EXERCISE AIM — Could you say how many lines below contain the word "still"? Give the number with no other text.

Stored data entries:
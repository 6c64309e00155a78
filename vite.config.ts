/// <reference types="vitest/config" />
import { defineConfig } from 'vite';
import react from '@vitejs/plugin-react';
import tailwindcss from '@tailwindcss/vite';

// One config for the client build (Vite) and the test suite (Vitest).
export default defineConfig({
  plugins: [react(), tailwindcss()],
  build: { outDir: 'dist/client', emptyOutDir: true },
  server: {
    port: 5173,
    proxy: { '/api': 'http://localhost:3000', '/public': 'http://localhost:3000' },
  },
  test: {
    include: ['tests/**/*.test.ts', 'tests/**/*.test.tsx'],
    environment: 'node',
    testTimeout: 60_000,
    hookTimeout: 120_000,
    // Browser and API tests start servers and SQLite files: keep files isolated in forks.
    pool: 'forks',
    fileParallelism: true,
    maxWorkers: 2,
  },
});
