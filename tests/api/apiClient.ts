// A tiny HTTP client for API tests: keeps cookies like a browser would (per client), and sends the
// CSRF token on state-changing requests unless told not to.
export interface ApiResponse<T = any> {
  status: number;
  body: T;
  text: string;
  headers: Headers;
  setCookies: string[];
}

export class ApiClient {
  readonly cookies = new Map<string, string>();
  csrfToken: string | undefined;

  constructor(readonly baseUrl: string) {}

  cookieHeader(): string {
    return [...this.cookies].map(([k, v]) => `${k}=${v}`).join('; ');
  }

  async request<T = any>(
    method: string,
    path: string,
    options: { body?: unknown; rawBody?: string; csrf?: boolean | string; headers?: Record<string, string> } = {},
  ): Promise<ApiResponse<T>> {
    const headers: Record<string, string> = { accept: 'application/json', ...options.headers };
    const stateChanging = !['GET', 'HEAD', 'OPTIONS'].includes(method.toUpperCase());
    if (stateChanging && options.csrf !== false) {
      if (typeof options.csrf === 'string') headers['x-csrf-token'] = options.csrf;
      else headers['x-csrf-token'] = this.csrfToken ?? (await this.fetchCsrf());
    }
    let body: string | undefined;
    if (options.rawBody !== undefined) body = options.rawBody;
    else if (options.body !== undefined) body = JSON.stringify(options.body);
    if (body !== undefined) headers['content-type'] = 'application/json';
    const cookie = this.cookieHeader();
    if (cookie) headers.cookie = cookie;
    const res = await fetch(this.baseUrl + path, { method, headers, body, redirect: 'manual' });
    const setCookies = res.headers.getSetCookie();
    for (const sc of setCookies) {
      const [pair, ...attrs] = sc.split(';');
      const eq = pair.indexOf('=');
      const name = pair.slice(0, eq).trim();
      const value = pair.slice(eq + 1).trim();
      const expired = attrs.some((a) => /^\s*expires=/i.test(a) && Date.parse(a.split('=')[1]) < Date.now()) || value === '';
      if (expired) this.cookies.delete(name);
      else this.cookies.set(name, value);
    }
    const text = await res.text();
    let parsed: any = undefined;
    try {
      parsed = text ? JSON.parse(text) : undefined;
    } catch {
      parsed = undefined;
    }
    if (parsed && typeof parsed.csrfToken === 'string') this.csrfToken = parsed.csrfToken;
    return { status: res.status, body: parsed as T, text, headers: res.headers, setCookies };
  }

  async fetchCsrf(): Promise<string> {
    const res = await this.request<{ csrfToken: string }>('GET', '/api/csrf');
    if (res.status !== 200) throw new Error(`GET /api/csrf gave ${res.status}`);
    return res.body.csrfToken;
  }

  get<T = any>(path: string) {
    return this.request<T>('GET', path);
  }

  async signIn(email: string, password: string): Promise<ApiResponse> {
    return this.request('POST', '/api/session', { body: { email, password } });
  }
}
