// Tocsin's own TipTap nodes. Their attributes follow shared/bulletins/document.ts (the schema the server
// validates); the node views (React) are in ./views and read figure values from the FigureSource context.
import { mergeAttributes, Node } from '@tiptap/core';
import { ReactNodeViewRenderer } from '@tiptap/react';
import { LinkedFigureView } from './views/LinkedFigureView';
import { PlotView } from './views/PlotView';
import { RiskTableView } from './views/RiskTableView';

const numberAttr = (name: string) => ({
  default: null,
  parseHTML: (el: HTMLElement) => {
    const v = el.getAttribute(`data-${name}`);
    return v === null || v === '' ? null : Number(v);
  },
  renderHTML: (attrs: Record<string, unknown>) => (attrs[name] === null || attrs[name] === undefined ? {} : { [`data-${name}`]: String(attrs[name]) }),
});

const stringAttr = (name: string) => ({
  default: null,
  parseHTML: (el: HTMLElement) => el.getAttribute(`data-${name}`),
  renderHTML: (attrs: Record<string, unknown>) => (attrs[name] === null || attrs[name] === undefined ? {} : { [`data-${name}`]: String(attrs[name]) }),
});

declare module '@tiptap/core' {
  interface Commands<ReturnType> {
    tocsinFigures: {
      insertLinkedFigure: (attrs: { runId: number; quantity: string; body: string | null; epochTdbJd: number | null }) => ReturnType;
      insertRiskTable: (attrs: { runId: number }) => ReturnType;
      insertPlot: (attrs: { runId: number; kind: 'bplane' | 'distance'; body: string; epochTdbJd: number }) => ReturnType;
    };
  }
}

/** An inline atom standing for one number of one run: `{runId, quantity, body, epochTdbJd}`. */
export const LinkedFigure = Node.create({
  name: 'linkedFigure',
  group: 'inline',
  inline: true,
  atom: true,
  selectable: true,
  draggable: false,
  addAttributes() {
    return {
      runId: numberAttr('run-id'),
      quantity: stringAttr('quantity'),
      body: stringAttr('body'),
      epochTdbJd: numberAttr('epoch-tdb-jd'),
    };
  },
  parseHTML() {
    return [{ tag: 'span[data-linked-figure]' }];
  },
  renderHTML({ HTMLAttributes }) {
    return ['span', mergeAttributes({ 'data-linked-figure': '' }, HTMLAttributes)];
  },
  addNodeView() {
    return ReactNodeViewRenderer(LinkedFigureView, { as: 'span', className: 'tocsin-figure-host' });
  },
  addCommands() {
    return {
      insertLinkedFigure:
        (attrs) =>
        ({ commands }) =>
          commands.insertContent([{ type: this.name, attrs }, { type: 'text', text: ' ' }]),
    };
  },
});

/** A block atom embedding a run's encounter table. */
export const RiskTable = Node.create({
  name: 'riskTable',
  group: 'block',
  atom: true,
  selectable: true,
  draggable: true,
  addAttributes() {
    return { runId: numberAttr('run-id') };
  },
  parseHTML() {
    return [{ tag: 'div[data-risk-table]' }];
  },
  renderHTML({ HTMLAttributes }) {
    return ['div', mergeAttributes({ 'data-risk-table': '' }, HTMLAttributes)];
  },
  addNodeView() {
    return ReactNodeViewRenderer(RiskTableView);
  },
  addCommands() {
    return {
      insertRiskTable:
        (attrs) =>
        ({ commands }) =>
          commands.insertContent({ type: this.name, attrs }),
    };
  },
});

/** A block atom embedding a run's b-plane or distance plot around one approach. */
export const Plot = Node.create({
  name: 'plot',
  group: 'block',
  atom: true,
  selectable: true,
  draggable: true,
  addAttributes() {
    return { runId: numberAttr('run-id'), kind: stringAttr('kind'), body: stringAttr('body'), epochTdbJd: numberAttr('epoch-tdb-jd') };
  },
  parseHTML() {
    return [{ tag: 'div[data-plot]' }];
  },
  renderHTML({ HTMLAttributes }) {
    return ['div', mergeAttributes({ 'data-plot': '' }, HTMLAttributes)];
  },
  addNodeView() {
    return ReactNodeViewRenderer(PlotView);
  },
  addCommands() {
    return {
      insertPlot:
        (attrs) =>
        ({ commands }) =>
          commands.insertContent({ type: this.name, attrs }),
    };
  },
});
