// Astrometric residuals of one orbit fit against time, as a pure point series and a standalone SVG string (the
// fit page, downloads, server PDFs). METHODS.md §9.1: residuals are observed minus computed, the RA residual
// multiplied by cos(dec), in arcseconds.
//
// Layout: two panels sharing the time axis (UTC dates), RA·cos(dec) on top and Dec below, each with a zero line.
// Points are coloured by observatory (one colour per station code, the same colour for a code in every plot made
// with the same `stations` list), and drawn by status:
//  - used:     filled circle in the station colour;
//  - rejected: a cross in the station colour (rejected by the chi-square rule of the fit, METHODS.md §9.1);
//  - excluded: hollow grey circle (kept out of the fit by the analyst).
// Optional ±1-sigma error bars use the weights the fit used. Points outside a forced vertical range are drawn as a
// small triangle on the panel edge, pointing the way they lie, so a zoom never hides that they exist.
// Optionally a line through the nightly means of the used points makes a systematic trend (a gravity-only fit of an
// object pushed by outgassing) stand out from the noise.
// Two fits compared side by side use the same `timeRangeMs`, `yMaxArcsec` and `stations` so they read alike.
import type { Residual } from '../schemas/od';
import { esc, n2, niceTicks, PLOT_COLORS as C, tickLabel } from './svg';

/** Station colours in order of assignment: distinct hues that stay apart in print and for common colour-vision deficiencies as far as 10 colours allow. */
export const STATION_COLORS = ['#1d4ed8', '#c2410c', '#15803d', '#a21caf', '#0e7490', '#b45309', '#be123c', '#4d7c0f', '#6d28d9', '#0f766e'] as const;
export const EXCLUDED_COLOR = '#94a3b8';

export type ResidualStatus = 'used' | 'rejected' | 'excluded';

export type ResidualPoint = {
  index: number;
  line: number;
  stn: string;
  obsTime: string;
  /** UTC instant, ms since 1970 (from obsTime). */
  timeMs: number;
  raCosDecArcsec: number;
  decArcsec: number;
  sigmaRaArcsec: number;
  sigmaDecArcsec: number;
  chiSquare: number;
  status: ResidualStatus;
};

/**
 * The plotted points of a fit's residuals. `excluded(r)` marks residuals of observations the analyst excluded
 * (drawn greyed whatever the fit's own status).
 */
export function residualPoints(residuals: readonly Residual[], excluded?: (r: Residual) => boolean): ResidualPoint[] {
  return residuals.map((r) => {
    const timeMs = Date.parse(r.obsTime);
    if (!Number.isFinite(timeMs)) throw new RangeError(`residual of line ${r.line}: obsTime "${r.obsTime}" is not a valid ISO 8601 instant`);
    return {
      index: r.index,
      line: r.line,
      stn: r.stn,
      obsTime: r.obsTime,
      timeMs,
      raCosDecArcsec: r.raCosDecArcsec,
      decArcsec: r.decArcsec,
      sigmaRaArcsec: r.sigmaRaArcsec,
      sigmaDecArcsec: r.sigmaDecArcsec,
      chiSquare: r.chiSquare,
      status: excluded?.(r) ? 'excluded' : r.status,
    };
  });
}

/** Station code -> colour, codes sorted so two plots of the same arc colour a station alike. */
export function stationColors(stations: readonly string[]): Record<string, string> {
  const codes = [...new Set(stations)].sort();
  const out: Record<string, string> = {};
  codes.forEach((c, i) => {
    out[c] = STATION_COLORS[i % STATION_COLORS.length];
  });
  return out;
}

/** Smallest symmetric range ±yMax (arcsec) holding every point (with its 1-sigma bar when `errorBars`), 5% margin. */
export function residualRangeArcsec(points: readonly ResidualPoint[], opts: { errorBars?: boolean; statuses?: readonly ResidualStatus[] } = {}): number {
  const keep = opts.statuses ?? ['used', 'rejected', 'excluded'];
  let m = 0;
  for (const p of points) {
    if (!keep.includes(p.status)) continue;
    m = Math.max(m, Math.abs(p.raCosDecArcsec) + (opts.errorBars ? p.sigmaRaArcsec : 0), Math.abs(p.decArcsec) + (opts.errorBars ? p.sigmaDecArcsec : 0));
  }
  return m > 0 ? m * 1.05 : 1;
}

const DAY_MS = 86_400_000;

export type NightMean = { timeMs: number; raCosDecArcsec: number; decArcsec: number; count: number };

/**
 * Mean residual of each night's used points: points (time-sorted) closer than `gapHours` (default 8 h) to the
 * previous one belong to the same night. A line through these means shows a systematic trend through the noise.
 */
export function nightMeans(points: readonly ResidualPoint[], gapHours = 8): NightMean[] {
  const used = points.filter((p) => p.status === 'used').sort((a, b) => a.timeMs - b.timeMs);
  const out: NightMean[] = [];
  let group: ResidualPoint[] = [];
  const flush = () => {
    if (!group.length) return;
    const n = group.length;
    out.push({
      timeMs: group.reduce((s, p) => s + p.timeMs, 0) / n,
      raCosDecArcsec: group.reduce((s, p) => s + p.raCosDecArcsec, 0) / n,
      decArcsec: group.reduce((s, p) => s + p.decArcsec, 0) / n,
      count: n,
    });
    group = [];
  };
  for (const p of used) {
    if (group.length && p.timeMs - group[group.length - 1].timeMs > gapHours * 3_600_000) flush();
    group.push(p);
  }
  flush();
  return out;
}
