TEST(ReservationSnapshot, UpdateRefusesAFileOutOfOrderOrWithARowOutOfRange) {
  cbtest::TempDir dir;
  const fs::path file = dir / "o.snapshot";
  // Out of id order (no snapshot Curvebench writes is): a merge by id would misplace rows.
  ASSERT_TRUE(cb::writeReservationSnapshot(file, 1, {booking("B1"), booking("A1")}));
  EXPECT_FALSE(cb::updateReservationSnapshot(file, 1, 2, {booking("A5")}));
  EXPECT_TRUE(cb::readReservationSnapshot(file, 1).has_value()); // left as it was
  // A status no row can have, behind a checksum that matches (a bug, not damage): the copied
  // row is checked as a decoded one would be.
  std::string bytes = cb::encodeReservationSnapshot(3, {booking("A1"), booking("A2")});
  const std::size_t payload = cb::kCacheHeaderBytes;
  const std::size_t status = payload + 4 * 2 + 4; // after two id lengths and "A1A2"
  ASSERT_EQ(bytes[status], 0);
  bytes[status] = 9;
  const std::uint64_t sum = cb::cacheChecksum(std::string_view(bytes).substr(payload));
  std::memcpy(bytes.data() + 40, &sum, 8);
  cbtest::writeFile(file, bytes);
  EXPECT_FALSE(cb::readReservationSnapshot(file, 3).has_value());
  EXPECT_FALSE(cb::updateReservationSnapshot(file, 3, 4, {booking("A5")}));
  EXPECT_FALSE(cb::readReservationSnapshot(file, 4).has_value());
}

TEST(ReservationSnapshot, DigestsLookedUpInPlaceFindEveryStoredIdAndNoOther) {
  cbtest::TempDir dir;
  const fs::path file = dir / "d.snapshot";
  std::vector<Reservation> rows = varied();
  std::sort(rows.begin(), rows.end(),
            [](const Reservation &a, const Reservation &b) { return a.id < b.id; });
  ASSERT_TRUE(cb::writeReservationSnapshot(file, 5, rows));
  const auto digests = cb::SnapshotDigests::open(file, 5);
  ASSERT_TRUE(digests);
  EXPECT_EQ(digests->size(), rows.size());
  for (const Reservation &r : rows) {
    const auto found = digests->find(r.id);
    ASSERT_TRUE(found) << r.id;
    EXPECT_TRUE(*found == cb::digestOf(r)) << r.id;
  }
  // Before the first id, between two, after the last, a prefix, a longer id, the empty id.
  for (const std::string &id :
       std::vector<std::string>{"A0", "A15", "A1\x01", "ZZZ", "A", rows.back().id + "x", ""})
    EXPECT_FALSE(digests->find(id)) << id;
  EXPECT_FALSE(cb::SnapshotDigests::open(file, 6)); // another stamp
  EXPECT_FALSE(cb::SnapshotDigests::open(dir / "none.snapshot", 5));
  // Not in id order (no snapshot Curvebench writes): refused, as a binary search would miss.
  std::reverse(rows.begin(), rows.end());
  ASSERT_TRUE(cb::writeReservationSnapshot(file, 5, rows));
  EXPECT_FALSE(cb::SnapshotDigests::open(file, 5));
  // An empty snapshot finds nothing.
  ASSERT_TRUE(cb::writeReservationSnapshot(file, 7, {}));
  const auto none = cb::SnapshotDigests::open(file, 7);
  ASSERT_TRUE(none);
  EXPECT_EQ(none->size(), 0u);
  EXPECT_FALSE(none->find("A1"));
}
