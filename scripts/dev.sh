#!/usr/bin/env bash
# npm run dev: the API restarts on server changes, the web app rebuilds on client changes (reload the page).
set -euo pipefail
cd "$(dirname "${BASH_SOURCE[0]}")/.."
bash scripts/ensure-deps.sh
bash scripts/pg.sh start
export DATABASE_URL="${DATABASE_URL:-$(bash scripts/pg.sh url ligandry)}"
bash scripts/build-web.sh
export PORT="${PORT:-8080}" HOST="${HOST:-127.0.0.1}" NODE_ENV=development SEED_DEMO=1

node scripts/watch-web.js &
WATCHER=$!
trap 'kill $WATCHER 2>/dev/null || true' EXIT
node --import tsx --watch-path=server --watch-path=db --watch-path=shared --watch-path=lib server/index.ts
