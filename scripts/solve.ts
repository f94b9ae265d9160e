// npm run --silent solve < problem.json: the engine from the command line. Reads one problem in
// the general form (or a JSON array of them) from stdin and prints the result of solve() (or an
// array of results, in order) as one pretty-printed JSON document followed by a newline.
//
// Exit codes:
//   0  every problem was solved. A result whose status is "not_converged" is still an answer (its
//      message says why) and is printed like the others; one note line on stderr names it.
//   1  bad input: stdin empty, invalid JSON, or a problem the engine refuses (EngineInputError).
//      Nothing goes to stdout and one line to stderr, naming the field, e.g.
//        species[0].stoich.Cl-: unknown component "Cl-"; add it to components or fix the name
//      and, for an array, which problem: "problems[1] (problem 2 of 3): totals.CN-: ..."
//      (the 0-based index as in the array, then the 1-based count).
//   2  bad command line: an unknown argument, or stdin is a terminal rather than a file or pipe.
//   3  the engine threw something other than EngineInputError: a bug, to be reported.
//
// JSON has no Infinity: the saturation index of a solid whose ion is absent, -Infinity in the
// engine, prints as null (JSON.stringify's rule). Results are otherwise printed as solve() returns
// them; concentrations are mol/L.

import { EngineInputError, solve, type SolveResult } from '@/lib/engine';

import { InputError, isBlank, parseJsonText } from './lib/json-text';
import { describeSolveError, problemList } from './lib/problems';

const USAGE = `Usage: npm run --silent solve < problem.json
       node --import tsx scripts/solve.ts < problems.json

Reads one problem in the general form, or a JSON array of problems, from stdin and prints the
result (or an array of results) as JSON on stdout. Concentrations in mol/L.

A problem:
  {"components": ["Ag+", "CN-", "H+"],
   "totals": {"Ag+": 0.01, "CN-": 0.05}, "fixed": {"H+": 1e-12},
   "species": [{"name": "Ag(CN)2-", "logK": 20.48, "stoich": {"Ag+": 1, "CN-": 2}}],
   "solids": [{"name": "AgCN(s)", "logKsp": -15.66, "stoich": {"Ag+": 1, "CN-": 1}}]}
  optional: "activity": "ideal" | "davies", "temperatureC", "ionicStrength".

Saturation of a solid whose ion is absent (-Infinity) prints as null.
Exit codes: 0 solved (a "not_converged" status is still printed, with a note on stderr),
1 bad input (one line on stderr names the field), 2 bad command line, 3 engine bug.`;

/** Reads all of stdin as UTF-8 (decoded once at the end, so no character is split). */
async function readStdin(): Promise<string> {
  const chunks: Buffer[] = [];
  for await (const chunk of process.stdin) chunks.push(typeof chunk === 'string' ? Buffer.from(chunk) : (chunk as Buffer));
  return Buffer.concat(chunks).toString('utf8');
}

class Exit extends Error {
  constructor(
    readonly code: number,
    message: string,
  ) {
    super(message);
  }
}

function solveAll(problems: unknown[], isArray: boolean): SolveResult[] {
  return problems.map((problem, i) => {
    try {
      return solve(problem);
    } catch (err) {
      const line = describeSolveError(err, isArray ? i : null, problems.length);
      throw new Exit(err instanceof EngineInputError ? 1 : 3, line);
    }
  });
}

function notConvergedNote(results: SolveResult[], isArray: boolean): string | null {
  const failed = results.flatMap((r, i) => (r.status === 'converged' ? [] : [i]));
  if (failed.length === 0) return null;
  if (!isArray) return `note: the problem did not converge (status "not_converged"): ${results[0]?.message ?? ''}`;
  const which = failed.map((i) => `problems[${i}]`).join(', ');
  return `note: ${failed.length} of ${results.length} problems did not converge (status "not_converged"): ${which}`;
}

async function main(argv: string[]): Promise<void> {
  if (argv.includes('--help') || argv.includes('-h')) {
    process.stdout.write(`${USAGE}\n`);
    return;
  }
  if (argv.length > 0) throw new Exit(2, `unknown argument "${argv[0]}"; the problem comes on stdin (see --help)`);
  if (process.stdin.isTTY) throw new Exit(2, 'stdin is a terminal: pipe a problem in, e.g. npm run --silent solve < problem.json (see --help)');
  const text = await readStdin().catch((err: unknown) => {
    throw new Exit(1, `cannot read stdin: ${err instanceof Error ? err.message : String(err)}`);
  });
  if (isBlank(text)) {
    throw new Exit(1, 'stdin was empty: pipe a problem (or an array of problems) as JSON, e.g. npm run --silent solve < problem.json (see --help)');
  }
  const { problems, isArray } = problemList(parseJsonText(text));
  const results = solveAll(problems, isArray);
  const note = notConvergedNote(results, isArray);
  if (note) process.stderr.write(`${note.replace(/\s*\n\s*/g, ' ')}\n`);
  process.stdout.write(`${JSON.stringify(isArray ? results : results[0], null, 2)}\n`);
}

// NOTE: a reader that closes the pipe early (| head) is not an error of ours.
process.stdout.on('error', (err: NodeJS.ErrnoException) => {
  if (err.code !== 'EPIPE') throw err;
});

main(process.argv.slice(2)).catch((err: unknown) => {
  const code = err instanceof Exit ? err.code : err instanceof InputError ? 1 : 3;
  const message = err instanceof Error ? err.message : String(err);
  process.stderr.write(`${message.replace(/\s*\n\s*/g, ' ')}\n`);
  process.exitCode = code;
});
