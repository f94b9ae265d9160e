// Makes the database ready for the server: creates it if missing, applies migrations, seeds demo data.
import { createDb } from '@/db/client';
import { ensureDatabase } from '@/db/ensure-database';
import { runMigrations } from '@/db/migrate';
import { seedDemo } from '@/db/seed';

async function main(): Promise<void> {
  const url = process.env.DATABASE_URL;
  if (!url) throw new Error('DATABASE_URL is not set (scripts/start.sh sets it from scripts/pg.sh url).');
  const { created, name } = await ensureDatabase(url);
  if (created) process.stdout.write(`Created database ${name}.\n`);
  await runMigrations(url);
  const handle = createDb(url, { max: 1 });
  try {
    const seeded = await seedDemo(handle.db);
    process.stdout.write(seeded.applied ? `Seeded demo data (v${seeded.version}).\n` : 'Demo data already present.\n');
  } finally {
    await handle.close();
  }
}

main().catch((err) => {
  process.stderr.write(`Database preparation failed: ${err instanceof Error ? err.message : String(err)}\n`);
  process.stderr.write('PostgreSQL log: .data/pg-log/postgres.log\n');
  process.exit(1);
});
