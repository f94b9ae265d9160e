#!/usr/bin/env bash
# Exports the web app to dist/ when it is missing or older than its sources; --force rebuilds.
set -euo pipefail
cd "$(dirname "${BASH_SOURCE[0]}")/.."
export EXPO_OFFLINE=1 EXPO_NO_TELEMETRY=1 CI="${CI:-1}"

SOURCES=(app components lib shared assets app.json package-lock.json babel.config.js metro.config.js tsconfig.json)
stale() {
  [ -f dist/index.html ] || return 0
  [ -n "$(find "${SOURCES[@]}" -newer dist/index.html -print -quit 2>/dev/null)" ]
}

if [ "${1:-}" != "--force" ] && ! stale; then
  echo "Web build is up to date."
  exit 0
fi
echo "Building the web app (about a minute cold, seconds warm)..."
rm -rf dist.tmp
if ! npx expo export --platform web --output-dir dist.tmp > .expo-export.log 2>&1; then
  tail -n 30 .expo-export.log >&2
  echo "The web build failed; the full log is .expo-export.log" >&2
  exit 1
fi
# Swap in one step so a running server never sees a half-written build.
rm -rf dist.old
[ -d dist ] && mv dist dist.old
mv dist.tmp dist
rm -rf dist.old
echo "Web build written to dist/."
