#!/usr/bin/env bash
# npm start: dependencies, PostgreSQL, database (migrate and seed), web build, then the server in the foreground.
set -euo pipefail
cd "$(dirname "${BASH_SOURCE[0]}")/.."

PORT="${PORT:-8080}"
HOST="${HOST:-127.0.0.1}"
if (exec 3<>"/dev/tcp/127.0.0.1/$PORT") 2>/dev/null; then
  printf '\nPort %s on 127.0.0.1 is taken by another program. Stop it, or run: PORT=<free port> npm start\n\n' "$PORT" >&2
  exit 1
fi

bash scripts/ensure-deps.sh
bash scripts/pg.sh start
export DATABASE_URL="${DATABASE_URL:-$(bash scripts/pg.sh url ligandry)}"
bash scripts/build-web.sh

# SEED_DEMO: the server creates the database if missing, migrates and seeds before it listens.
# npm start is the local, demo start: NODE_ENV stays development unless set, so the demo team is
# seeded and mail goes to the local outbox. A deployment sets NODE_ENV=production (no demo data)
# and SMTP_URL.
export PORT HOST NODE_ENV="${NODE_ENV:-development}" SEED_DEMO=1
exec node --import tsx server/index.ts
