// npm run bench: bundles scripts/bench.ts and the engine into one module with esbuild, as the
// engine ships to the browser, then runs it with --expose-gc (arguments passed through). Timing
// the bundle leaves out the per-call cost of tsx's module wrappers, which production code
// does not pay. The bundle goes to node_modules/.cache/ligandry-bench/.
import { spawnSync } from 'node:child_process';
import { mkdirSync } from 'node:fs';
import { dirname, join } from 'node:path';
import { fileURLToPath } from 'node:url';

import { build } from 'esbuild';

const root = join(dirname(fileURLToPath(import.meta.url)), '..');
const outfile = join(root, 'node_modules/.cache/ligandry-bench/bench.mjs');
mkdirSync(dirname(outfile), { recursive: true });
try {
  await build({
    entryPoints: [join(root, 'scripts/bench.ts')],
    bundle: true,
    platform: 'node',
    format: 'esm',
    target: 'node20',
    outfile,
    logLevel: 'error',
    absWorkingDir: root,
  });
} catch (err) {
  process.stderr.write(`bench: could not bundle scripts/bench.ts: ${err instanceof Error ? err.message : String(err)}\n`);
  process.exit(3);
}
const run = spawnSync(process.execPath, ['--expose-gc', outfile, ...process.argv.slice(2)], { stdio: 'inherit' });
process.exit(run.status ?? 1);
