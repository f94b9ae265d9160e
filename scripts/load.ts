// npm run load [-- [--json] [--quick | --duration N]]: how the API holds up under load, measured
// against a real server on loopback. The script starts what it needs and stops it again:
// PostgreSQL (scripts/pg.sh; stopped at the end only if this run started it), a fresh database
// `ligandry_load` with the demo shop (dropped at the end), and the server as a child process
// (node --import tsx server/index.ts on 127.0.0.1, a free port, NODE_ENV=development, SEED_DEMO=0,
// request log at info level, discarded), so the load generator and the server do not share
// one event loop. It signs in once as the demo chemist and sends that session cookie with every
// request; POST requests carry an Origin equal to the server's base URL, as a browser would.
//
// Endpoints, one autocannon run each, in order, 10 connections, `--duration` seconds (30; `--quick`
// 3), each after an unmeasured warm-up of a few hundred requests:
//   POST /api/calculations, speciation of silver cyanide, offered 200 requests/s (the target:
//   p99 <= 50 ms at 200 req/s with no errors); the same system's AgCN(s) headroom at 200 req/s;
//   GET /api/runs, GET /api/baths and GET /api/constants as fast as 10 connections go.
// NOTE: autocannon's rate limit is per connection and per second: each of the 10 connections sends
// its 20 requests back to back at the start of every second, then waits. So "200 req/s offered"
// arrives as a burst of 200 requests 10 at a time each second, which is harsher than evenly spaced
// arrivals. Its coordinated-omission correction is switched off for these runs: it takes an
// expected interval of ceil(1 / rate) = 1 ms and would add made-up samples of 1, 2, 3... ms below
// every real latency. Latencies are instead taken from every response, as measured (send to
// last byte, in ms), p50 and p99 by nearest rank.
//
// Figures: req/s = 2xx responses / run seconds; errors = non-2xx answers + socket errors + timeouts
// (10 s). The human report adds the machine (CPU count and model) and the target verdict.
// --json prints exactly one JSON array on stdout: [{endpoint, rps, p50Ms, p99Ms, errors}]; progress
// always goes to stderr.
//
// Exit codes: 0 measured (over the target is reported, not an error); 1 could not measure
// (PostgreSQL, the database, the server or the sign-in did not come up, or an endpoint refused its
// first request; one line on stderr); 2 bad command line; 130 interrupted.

ANSWER TO THIS EXERCISE — 2